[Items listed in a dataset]

※

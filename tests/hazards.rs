//! Numerical and file-system hazards: models that are not finite in part of
//! parameter space, overflow-prone exponentials, parameters and sigmas
//! spanning many orders of magnitude, exactly collinear parameters, refits
//! that fail inside the diagnostics, and output folders a hostile or careless
//! study could misuse.
//!
//! Each numerical check compares with an independent answer: a closed form
//! of weighted least squares (Bevington & Robinson, "Data Reduction and
//! Error Analysis for the Physical Sciences", 3rd ed., eqs. 6.12 and
//! 6.21-6.22), a mathematical identity (noise-free data are fitted exactly
//! by their generating values; least squares is invariant under a rescaling
//! of the parameters; at a minimum a linear parameter is the linear
//! least-squares solution given the others), or a fit of the same data from
//! a start far from the hazard. The data are synthetic inputs, generated
//! with a fixed seed; they are not reference results. The file-system
//! expectations are the tool's own contract (README, "Exit status" and the
//! atomic output folders).
#![allow(clippy::needless_range_loop)]

use std::collections::BTreeMap;
use std::path::{Path, PathBuf};

use assert_cmd::Command;
use fitaudit::data::Dataset;
use fitaudit::diagnostics::{multistart, Fitted, NoProgress};
use fitaudit::fit::{fit, FitError, FitOptions, FitResult, ParamSpec, Problem, StopReason};
use fitaudit::model::{compile, ModelFn, Symbols, Tape};
use fitaudit::settings::AuditSettings;
use rand::SeedableRng;
use rand_distr::{Distribution, Normal};

fn tape(formula: &str, params: &[&str], vars: &[&str]) -> Tape {
    let p: Vec<String> = params.iter().map(|s| s.to_string()).collect();
    let v: Vec<String> = vars.iter().map(|s| s.to_string()).collect();
    let symbols = Symbols {
        parameters: &p,
        constants: &[],
        variables: &v,
    };
    compile(formula, &symbols).unwrap_or_else(|e| panic!("{formula}: {e}"))
}

fn problem<'a>(model: &'a Tape, names: &[&str], starts: &[f64]) -> Problem<'a> {
    Problem {
        model,
        params: names
            .iter()
            .zip(starts)
            .map(|(n, s)| ParamSpec::free(n, *s))
            .collect(),
        options: FitOptions::default(),
    }
}

fn fit_from_starts(model: &Tape, names: &[&str], starts: &[f64], data: &Dataset) -> FitResult {
    fit(&problem(model, names, starts), data).unwrap_or_else(|e| panic!("start {starts:?}: {e}"))
}

/// Standard normal draws from a fixed seed.
fn gauss(seed: u64, n: usize) -> Vec<f64> {
    let mut rng = rand_chacha::ChaCha8Rng::seed_from_u64(seed);
    let normal = Normal::new(0.0, 1.0).unwrap();
    (0..n).map(|_| normal.sample(&mut rng)).collect()
}

fn rel(a: f64, b: f64) -> f64 {
    (a - b).abs() / b.abs().max(1e-300)
}

fn values(r: &FitResult) -> Vec<f64> {
    r.parameters.iter().map(|p| p.value).collect()
}

/// Every number of a fit result is finite (a NaN would reach the report).
fn assert_all_finite(r: &FitResult, what: &str) {
    assert!(r.chi2.is_finite(), "{what}: chi2 {}", r.chi2);
    assert!(
        r.reduced_chi2.is_finite() && r.p_value.map_or(true, f64::is_finite),
        "{what}"
    );
    for p in &r.parameters {
        assert!(p.value.is_finite(), "{what}: {} = {}", p.name, p.value);
        if let Some(s) = p.std_error {
            assert!(s.is_finite() && s >= 0.0, "{what}: se({}) = {s}", p.name);
        }
    }
    for v in r.covariance.iter().chain(&r.correlation).flatten() {
        assert!(v.is_finite(), "{what}: covariance or correlation {v}");
    }
    for v in r.fitted.iter().chain(&r.residuals).chain(&r.leverage) {
        assert!(v.is_finite(), "{what}: fitted, residual or leverage {v}");
    }
    assert!(
        r.condition_number.is_finite() || r.condition_number == f64::MAX,
        "{what}"
    );
}

/// Weighted straight line `y = a + b x`: (a, b, se a, se b) by the closed
/// form of Bevington & Robinson, 3rd ed., eqs. 6.12 and 6.21-6.22.
fn weighted_line(x: &[f64], y: &[f64], s: &[f64]) -> (f64, f64, f64, f64) {
    let (mut sw, mut sx, mut sy, mut sxx, mut sxy) = (0.0, 0.0, 0.0, 0.0, 0.0);
    for i in 0..x.len() {
        let w = 1.0 / (s[i] * s[i]);
        sw += w;
        sx += w * x[i];
        sy += w * y[i];
        sxx += w * x[i] * x[i];
        sxy += w * x[i] * y[i];
    }
    let d = sw * sxx - sx * sx;
    (
        (sxx * sy - sx * sxy) / d,
        (sw * sxy - sx * sy) / d,
        (sxx / d).sqrt(),
        (sw / d).sqrt(),
    )
}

※

Please type the entries above out again exactly.

filename tests/hazards.rs
//! Numerical and file-system hazards: models that are not finite in part of
//! parameter space, overflow-prone exponentials, parameters and sigmas
//! spanning many orders of magnitude, exactly collinear parameters, refits
//! that fail inside the diagnostics, and output folders a hostile or careless
//! study could misuse.
//!
//! Each numerical check compares with an independent answer: a closed form
//! of weighted least squares (Bevington & Robinson, "Data Reduction and
//! Error Analysis for the Physical Sciences", 3rd ed., eqs. 6.12 and
//! 6.21-6.22), a mathematical identity (noise-free data are fitted exactly
//! by their generating values; least squares is invariant under a rescaling
//! of the parameters; at a minimum a linear parameter is the linear
//! least-squares solution given the others), or a fit of the same data from
//! a start far from the hazard. The data are synthetic inputs, generated
//! with a fixed seed; they are not reference results. The file-system
//! expectations are the tool's own contract (README, "Exit status" and the
//! atomic output folders).
#![allow(clippy::needless_range_loop)]

use std::collections::BTreeMap;
use std::path::{Path, PathBuf};

use assert_cmd::Command;
use fitaudit::data::Dataset;
use fitaudit::diagnostics::{multistart, Fitted, NoProgress};
use fitaudit::fit::{fit, FitError, FitOptions, FitResult, ParamSpec, Problem, StopReason};
use fitaudit::model::{compile, ModelFn, Symbols, Tape};
use fitaudit::settings::AuditSettings;
use rand::SeedableRng;
use rand_distr::{Distribution, Normal};

fn tape(formula: &str, params: &[&str], vars: &[&str]) -> Tape {
    let p: Vec<String> = params.iter().map(|s| s.to_string()).collect();
    let v: Vec<String> = vars.iter().map(|s| s.to_string()).collect();
    let symbols = Symbols {
        parameters: &p,
        constants: &[],
        variables: &v,
    };
    compile(formula, &symbols).unwrap_or_else(|e| panic!("{formula}: {e}"))
}

fn problem<'a>(model: &'a Tape, names: &[&str], starts: &[f64]) -> Problem<'a> {
    Problem {
        model,
        params: names
            .iter()
            .zip(starts)
            .map(|(n, s)| ParamSpec::free(n, *s))
            .collect(),
        options: FitOptions::default(),
    }
}

fn fit_from_starts(model: &Tape, names: &[&str], starts: &[f64], data: &Dataset) -> FitResult {
    fit(&problem(model, names, starts), data).unwrap_or_else(|e| panic!("start {starts:?}: {e}"))
}

/// Standard normal draws from a fixed seed.
fn gauss(seed: u64, n: usize) -> Vec<f64> {
    let mut rng = rand_chacha::ChaCha8Rng::seed_from_u64(seed);
    let normal = Normal::new(0.0, 1.0).unwrap();
    (0..n).map(|_| normal.sample(&mut rng)).collect()
}

fn rel(a: f64, b: f64) -> f64 {
    (a - b).abs() / b.abs().max(1e-300)
}

fn values(r: &FitResult) -> Vec<f64> {
    r.parameters.iter().map(|p| p.value).collect()
}

/// Every number of a fit result is finite (a NaN would reach the report).
fn assert_all_finite(r: &FitResult, what: &str) {
    assert!(r.chi2.is_finite(), "{what}: chi2 {}", r.chi2);
    assert!(
        r.reduced_chi2.is_finite() && r.p_value.map_or(true, f64::is_finite),
        "{what}"
    );
    for p in &r.parameters {
        assert!(p.value.is_finite(), "{what}: {} = {}", p.name, p.value);
        if let Some(s) = p.std_error {
            assert!(s.is_finite() && s >= 0.0, "{what}: se({}) = {s}", p.name);
        }
    }
    for v in r.covariance.iter().chain(&r.correlation).flatten() {
        assert!(v.is_finite(), "{what}: covariance or correlation {v}");
    }
    for v in r.fitted.iter().chain(&r.residuals).chain(&r.leverage) {
        assert!(v.is_finite(), "{what}: fitted, residual or leverage {v}");
    }
    assert!(
        r.condition_number.is_finite() || r.condition_number == f64::MAX,
        "{what}"
    );
}

/// Weighted straight line `y = a + b x`: (a, b, se a, se b) by the closed
/// form of Bevington & Robinson, 3rd ed., eqs. 6.12 and 6.21-6.22.
fn weighted_line(x: &[f64], y: &[f64], s: &[f64]) -> (f64, f64, f64, f64) {
    let (mut sw, mut sx, mut sy, mut sxx, mut sxy) = (0.0, 0.0, 0.0, 0.0, 0.0);
    for i in 0..x.len() {
        let w = 1.0 / (s[i] * s[i]);
        sw += w;
        sx += w * x[i];
        sy += w * y[i];
        sxx += w * x[i] * x[i];
        sxy += w * x[i] * y[i];
    }
    let d = sw * sxx - sx * sx;
    (
        (sxx * sy - sx * sxy) / d,
        (sw * sxy - sx * sy) / d,
        (sxx / d).sqrt(),
        (sw / d).sqrt(),
    )
}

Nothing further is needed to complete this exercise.